Pore size effect of zirconium-based metal-organic frameworks for encapsulation and release of volatile monoterpenes

Abstract

In this work the sorption properties of three isoreticular Zr-based MOFs, viz., UiO-66, UiO-67, and UiO-68 as adsorbents of active organics were examined and especially the pore size effects are discussed using d-limonene, myrcene, α-terpinene, and α-pinene as probe molecules. Results indicated that the terpene uptake and release are highly dependent on both the MOF pore size and the geometric feature of guest molecules themselves. The shape selective property of UiO-66 holds for the tested terpenes, where the adsorption capacity of d-limonene, myrcene, and α-terpinene in equilibrium with the liquid phase (0.43–0.46 g g−1) was approximately 5-times larger than that of α-pinene with 0.56 nm kinetic diameter (0.09 g g−1). The narrow triangular apertures of UiO-66 act as the permeation-limiting barrier for guest molecules with the dimension close to the pore size. Except for α-pinene, the loading fraction for other terpenes decreased with an increase in the MOF pore diameter.

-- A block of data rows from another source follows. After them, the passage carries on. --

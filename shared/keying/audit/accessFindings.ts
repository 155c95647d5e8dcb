import type { AuditContext } from './context';
import { coreIds, coreName, finding, keyRefs, nameList, plural, type Ranked } from './format';

/**
 * Compares who turns each core with who is meant to. A key is meant to operate a core
 * when either record says so (the key's `opens` or the core's `operating`); turning a
 * core neither names is unintended access, and a key named only by its own record
 * that does not turn the core is an intended key that fails.
 */
export function accessFindings(ctx: AuditContext, turning: number[][]): Ranked[] {
  const keyCount = ctx.system.keys.length;
  // Per key (system order): the cores of each kind, filled in core order.
  const unintended: (number[] | undefined)[] = new Array(keyCount);
  const fails: (number[] | undefined)[] = new Array(keyCount);
  const disagree: (number[] | undefined)[] = new Array(keyCount);
  const turnsMark = new Int32Array(keyCount);
  const pinnedMark = new Int32Array(keyCount);
  const openerMark = new Int32Array(keyCount);

  ctx.system.cores.forEach((_, c) => {
    const stamp = c + 1;
    for (const k of turning[c] as number[]) turnsMark[k] = stamp;
    for (const k of ctx.coreKeys[c] as number[]) pinnedMark[k] = stamp;
    for (const k of ctx.openers[c] as number[]) openerMark[k] = stamp;

    for (const k of ctx.openers[c] as number[]) {
      if (turnsMark[k] !== stamp) add(fails, k, c);
      else if (pinnedMark[k] !== stamp) add(disagree, k, c);
    }
    for (const k of ctx.coreKeys[c] as number[]) if (openerMark[k] !== stamp) add(disagree, k, c);
    for (const k of turning[c] as number[]) {
      if (pinnedMark[k] !== stamp && openerMark[k] !== stamp) add(unintended, k, c);
    }
  });

  const out: Ranked[] = [];
  for (const [k, cores] of sorted(unintended)) {
    const symbol = ctx.system.keys[k]?.symbol ?? '';
    out.push(finding('unintended-access', k, {
      message: `Key ${symbol} turns ${plural(cores.length, 'core')} it is not meant to operate: ${nameList(cores.slice(0, 6).map((c) => coreName(ctx, c)), 5, cores.length)}.`,
      advice: 'Recut or retire the key, or re-pin those cores with other master depths so the key’s cuts are not all among their operating depths; if the access is wanted, add the cores to the key’s record.',
      ...keyRefs(ctx, [k]), cores: coreIds(ctx, cores), data: { cores: cores.length },
    }));
  }
  for (const [k, cores] of sorted(fails)) {
    const symbol = ctx.system.keys[k]?.symbol ?? '';
    out.push(finding('intended-key-fails', k, {
      message: `Key ${symbol} is meant to operate ${nameList(cores.slice(0, 6).map((c) => coreName(ctx, c)), 5, cores.length)} but does not turn ${cores.length === 1 ? 'it' : 'them'}: the core is not pinned for this key.`,
      advice: 'Add the key to the core’s operating keys and re-pin it, or take the core off the key’s record.',
      ...keyRefs(ctx, [k]), cores: coreIds(ctx, cores), data: { cores: cores.length },
    }));
  }
  for (const [k, cores] of sorted(disagree)) {
    const symbol = ctx.system.keys[k]?.symbol ?? '';
    out.push(finding('records-disagree', k, {
      message: `Key ${symbol} and ${nameList(cores.slice(0, 6).map((c) => coreName(ctx, c)), 5, cores.length)} disagree: only one of the two records says the key operates the core.`,
      advice: 'Correct the key’s list of cores or the core’s list of keys so both say the same.',
      ...keyRefs(ctx, [k]), cores: coreIds(ctx, cores), data: { cores: cores.length },
    }));
  }
  return out;
}

function add(byKey: (number[] | undefined)[], k: number, c: number): void {
  const list = byKey[k];
  if (list) list.push(c);
  else byKey[k] = [c];
}

/** [key, cores] for every key with cores, ascending by key. */
function sorted(byKey: (number[] | undefined)[]): [number, number[]][] {
  const out: [number, number[]][] = [];
  for (let k = 0; k < byKey.length; k++) {
    const cores = byKey[k];
    if (cores) out.push([k, cores]);
  }
  return out;
}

For example, the uptake of UiO-66, UiO-67, and UiO-68 for myrcene reached up to 90 %, 81 %, and 76 % of their theoretical maximum loading, respectively. Differential scanning calorimetry revealed that the melting point of both d-limonene and α-terpinene confined in the 0.71 nm pores of UiO-67 shifts to a higher temperature relative to that in the bulk phase. In contrast, no obvious phase transition was observed for the terpene composites with either UiO-66 or UiO-68 (0.94 nm pore size) under identical conditions. Consistent with the thermal analysis results, the monoterpenes entrapped in the UiO-67 showed a much lower release rate than their counterparts in the other two frameworks.